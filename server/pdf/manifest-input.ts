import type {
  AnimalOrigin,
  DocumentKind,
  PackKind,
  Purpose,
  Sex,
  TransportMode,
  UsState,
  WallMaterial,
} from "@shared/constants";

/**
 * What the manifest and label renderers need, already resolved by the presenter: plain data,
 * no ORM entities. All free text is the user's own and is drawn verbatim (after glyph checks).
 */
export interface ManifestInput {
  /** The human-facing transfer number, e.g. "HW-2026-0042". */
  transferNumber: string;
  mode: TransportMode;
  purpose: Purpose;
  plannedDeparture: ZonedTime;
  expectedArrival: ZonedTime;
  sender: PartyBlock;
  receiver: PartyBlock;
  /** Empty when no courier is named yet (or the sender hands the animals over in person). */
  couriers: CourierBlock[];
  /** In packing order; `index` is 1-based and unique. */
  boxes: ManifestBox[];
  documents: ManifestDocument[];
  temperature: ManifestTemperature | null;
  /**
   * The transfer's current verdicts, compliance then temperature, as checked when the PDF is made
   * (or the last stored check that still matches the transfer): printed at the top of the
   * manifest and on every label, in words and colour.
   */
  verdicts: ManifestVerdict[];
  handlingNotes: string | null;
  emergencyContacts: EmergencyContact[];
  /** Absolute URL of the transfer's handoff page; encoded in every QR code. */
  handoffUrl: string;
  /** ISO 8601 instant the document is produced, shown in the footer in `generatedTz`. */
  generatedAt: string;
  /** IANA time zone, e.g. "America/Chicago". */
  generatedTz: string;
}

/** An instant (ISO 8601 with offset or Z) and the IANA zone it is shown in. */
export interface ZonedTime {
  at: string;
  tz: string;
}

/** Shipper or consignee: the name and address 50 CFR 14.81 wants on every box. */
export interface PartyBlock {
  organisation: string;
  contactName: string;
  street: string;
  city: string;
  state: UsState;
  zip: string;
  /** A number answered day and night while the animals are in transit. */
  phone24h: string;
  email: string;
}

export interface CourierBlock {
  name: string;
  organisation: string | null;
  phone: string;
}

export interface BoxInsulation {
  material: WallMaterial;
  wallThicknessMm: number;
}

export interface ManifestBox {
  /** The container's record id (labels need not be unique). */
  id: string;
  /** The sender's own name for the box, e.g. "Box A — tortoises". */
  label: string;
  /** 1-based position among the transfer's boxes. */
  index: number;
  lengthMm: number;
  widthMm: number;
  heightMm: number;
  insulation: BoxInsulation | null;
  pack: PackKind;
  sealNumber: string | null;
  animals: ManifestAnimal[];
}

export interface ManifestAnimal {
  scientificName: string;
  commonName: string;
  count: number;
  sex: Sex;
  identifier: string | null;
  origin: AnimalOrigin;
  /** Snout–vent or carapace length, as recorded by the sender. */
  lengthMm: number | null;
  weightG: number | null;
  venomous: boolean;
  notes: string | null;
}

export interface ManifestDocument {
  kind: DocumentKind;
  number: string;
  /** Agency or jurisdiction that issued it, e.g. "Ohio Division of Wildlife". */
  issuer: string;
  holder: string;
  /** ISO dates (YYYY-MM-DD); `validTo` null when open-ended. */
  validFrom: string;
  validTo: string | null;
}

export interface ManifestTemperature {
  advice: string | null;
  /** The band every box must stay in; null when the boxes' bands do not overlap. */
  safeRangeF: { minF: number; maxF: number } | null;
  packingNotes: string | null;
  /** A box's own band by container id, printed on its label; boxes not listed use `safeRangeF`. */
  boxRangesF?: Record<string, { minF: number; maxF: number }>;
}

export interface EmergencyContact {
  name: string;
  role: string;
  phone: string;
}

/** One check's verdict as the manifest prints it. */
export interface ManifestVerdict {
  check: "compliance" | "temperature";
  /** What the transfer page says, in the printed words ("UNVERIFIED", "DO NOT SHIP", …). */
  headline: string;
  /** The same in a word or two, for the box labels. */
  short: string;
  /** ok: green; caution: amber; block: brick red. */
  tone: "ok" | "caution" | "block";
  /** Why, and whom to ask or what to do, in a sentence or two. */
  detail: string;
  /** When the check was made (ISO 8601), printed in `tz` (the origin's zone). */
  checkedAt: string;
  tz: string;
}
________________________________________
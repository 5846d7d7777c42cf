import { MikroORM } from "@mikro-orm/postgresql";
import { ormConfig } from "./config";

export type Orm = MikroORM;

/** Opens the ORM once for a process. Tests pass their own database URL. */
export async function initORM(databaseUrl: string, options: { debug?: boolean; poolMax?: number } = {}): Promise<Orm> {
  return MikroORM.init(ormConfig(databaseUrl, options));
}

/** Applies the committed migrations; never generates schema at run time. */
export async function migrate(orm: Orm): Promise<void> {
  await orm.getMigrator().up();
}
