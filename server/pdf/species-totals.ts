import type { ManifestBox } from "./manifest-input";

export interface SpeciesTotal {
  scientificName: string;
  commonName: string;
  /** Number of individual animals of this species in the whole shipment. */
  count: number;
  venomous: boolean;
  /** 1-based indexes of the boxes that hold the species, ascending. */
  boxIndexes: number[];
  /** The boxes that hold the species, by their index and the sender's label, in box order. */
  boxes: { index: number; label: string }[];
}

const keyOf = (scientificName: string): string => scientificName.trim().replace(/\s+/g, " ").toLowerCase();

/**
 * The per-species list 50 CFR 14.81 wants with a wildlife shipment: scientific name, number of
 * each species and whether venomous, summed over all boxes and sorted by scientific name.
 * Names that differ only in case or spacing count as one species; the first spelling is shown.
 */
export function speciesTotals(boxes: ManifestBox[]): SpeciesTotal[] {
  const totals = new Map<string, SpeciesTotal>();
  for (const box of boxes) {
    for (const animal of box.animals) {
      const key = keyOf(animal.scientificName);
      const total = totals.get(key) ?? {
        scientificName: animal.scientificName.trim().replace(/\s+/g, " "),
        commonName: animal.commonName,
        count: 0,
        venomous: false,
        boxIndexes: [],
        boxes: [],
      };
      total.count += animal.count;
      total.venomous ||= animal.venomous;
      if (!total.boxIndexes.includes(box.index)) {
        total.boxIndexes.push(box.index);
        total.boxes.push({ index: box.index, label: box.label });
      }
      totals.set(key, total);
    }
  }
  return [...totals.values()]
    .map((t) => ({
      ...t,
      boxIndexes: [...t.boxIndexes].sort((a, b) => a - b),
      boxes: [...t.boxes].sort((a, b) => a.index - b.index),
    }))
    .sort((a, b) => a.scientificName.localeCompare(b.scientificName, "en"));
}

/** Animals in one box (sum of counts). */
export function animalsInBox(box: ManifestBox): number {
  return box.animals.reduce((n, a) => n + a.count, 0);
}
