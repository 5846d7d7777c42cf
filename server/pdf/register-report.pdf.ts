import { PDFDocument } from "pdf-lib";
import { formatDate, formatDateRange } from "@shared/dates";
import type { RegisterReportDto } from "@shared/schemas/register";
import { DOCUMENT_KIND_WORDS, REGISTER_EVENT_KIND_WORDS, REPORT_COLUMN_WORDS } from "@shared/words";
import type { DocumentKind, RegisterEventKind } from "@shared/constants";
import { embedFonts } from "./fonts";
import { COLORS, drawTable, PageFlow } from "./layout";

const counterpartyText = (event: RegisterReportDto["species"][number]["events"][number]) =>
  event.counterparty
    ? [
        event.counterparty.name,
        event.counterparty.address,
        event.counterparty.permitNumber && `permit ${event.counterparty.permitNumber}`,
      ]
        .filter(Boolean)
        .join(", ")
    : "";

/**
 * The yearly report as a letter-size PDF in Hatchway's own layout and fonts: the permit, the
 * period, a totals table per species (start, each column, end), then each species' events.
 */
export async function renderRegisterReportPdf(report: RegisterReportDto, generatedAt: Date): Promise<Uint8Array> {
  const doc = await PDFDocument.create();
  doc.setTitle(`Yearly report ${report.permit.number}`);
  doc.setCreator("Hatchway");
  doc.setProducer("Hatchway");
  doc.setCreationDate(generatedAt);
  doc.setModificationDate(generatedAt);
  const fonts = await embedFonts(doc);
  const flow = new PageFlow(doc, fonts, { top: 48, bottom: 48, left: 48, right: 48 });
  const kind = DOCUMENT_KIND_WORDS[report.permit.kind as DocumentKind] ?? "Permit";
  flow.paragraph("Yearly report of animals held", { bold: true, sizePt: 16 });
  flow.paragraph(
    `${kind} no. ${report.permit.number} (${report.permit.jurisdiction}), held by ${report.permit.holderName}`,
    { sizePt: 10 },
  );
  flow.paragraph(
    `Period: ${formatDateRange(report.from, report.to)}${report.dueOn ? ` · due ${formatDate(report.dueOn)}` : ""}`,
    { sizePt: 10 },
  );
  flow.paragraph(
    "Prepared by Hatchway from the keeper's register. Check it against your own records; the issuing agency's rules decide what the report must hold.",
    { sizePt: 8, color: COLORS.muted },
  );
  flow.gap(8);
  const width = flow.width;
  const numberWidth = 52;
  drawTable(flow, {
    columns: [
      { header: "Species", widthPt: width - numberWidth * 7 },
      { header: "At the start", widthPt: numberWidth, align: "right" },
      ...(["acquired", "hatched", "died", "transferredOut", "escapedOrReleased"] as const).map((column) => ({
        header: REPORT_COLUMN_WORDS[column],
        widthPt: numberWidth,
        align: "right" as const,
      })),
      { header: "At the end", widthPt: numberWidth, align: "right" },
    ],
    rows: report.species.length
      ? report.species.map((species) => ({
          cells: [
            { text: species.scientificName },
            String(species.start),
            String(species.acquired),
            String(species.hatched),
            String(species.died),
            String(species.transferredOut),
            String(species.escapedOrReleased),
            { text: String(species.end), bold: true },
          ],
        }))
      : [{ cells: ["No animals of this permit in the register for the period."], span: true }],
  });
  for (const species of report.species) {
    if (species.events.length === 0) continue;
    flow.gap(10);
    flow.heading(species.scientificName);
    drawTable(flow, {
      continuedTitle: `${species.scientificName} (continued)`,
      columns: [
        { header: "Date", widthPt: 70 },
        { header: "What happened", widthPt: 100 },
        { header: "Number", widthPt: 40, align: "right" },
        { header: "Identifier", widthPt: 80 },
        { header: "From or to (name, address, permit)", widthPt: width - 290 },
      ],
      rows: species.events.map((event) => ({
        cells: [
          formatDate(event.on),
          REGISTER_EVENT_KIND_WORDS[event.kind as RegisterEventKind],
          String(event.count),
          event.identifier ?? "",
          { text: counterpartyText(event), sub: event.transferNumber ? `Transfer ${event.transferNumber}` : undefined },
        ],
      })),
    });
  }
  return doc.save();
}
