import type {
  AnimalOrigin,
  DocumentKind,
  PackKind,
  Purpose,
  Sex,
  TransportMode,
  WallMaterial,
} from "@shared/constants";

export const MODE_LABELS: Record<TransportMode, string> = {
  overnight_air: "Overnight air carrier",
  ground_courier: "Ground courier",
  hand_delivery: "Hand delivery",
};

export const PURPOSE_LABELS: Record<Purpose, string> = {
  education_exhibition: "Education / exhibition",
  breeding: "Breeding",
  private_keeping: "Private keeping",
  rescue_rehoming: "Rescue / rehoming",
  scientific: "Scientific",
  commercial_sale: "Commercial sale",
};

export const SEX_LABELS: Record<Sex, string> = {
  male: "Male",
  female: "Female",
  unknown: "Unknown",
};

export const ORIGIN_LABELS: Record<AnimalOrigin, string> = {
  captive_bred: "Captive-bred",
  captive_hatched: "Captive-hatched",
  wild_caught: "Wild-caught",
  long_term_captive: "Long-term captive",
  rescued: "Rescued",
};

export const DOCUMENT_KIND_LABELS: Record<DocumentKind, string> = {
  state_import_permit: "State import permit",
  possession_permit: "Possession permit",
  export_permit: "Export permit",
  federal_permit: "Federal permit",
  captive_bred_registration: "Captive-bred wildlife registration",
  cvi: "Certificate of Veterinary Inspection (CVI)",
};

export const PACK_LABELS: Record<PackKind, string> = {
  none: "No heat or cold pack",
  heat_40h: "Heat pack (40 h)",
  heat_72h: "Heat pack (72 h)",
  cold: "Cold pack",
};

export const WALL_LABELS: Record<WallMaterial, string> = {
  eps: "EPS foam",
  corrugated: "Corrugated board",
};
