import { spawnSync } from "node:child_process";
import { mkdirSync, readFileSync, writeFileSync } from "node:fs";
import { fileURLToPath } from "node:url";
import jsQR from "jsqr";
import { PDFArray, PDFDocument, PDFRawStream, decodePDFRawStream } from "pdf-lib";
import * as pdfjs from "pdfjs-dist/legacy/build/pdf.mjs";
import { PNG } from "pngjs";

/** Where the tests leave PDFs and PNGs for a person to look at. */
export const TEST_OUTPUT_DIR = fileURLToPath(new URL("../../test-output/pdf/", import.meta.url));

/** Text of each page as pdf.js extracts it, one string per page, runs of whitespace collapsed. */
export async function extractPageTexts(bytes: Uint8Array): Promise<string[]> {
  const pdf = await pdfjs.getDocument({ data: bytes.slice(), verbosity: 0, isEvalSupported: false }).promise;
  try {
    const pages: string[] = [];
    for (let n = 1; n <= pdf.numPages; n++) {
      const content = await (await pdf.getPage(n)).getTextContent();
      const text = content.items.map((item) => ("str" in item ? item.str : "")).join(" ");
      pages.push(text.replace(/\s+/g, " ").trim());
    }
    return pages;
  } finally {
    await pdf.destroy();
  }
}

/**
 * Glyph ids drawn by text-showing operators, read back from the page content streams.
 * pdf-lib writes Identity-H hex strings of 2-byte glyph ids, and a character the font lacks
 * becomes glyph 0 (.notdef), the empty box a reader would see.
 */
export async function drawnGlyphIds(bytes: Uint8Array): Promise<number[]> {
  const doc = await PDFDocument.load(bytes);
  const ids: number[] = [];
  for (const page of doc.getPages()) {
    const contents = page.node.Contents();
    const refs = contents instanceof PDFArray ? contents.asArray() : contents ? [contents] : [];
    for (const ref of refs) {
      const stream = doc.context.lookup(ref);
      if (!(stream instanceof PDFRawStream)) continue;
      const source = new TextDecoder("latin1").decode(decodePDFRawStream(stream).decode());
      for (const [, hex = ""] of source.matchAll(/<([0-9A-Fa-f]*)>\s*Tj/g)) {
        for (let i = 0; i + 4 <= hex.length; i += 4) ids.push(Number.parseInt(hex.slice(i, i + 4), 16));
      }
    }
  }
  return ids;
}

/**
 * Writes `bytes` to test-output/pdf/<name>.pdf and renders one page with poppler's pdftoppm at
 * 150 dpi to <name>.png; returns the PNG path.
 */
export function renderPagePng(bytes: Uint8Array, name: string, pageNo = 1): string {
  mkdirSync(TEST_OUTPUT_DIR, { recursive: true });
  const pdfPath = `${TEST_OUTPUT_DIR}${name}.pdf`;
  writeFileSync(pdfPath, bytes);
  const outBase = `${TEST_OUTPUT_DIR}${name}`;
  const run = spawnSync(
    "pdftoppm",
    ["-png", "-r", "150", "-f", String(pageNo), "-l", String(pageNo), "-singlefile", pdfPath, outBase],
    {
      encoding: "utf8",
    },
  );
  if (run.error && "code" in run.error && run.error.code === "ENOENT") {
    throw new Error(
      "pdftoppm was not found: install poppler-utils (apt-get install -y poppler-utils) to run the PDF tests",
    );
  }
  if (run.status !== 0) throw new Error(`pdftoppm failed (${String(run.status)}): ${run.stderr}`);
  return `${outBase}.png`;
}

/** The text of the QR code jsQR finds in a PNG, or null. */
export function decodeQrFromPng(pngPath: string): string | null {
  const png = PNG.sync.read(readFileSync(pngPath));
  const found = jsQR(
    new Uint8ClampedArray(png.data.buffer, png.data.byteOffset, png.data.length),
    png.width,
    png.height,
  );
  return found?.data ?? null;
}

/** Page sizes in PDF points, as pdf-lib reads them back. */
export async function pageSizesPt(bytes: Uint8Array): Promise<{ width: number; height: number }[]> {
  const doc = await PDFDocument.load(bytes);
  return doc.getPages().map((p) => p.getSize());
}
________________________________________
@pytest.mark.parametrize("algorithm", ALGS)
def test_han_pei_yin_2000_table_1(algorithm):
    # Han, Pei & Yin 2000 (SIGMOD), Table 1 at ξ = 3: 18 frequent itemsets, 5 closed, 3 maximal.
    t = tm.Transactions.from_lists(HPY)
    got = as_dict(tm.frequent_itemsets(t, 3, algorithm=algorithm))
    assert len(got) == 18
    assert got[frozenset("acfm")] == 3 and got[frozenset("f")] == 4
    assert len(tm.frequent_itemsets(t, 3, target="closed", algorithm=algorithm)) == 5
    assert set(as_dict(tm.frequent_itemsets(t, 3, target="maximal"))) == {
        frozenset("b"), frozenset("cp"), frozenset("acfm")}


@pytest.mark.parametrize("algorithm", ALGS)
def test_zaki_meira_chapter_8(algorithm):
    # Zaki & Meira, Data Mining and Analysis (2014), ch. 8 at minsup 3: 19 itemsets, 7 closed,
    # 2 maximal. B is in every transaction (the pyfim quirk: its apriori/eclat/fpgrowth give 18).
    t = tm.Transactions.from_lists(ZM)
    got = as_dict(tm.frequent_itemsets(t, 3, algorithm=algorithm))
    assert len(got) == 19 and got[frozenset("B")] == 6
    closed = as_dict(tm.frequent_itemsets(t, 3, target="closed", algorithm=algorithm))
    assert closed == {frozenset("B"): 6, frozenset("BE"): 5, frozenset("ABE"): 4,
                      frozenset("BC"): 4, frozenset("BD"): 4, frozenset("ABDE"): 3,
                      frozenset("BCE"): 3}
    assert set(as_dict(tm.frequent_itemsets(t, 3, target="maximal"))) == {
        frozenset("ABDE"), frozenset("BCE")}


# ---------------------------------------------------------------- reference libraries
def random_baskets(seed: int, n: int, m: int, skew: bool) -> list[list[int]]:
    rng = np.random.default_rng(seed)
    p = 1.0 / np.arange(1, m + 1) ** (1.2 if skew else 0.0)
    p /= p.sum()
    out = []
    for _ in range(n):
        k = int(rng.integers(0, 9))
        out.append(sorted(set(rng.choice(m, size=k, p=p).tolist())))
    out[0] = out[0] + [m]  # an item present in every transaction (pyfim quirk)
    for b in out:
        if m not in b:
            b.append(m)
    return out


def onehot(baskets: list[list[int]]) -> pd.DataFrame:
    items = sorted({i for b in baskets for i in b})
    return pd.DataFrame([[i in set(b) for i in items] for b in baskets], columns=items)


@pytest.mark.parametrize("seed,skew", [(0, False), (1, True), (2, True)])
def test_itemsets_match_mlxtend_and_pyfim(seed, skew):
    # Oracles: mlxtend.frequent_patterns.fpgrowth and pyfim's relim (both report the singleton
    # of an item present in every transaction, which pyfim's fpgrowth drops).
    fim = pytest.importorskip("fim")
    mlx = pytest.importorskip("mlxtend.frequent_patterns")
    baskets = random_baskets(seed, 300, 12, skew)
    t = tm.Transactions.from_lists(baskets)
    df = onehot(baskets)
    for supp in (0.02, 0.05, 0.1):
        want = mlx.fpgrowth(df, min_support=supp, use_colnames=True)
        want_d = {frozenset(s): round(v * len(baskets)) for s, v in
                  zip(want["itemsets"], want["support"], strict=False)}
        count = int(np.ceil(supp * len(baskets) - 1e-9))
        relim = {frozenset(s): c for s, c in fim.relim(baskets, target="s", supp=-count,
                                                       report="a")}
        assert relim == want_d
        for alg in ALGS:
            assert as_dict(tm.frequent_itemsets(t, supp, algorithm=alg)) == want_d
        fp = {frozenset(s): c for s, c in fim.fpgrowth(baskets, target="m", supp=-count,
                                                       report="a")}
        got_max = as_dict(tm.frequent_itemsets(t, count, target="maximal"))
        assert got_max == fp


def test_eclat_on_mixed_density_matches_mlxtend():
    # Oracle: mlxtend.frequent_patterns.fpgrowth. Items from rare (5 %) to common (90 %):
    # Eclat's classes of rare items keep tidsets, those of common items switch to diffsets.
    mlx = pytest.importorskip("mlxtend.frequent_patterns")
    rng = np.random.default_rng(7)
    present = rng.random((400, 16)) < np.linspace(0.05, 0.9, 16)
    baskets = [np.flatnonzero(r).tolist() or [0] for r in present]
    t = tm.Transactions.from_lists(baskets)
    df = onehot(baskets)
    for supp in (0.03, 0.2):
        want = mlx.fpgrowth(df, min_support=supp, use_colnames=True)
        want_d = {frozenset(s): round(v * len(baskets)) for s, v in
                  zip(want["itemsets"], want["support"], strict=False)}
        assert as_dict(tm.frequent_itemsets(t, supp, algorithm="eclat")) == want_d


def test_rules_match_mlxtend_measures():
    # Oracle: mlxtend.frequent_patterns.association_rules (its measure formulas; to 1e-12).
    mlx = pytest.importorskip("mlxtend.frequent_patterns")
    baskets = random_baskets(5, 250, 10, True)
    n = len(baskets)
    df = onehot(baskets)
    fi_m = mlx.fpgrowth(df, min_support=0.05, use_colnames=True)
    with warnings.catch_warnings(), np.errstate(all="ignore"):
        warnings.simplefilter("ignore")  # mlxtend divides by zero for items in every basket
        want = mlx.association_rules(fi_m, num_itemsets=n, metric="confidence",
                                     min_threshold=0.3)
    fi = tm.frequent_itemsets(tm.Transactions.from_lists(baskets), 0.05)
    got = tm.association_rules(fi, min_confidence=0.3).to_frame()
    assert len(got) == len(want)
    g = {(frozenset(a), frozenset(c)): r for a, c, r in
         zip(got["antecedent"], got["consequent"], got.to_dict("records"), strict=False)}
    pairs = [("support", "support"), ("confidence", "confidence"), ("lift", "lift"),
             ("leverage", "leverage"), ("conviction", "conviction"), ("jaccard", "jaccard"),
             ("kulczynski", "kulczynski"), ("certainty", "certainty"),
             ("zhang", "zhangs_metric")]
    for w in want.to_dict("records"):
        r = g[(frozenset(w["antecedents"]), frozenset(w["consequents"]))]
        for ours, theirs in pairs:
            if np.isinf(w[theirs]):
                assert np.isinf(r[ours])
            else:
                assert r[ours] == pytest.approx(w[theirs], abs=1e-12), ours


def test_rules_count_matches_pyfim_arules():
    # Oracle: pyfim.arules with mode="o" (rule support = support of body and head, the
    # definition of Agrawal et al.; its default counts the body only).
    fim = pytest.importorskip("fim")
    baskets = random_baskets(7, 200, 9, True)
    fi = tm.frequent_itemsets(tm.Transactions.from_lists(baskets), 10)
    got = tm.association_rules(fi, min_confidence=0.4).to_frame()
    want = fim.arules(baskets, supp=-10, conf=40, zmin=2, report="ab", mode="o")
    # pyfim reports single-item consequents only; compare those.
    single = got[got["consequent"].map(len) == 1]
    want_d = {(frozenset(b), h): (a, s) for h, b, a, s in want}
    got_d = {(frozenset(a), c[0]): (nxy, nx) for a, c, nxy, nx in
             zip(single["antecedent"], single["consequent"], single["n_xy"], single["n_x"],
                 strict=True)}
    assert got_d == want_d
________________________________________
→ WORK REQUEST
Would you please repeat exactly the lines above, starting at the line with "filename server/pdf/manifest-input.ts" and stopping at the line with "export interface ManifestBox", both included?

→ YOUR RESPONSE
filename server/pdf/manifest-input.ts
import type {
  AnimalOrigin,
  DocumentKind,
  PackKind,
  Purpose,
  Sex,
  TransportMode,
  UsState,
  WallMaterial,
} from "@shared/constants";

/**
 * What the manifest and label renderers need, already resolved by the presenter: plain data,
 * no ORM entities. All free text is the user's own and is drawn verbatim (after glyph checks).
 */
export interface ManifestInput {
  /** The human-facing transfer number, e.g. "HW-2026-0042". */
  transferNumber: string;
  mode: TransportMode;
  purpose: Purpose;
  plannedDeparture: ZonedTime;
  expectedArrival: ZonedTime;
  sender: PartyBlock;
  receiver: PartyBlock;
  /** Empty when no courier is named yet (or the sender hands the animals over in person). */
  couriers: CourierBlock[];
  /** In packing order; `index` is 1-based and unique. */
  boxes: ManifestBox[];
  documents: ManifestDocument[];
  temperature: ManifestTemperature | null;
  /**
   * The transfer's current verdicts, compliance then temperature, as checked when the PDF is made
   * (or the last stored check that still matches the transfer): printed at the top of the
   * manifest and on every label, in words and colour.
   */
  verdicts: ManifestVerdict[];
  handlingNotes: string | null;
  emergencyContacts: EmergencyContact[];
  /** Absolute URL of the transfer's handoff page; encoded in every QR code. */
  handoffUrl: string;
  /** ISO 8601 instant the document is produced, shown in the footer in `generatedTz`. */
  generatedAt: string;
  /** IANA time zone, e.g. "America/Chicago". */
  generatedTz: string;
}

/** An instant (ISO 8601 with offset or Z) and the IANA zone it is shown in. */
export interface ZonedTime {
  at: string;
  tz: string;
}

/** Shipper or consignee: the name and address 50 CFR 14.81 wants on every box. */
export interface PartyBlock {
  organisation: string;
  contactName: string;
  street: string;
  city: string;
  state: UsState;
  zip: string;
  /** A number answered day and night while the animals are in transit. */
  phone24h: string;
  email: string;
}

export interface CourierBlock {
  name: string;
  organisation: string | null;
  phone: string;
}

export interface BoxInsulation {
  material: WallMaterial;
  wallThicknessMm: number;
}

export interface ManifestBox {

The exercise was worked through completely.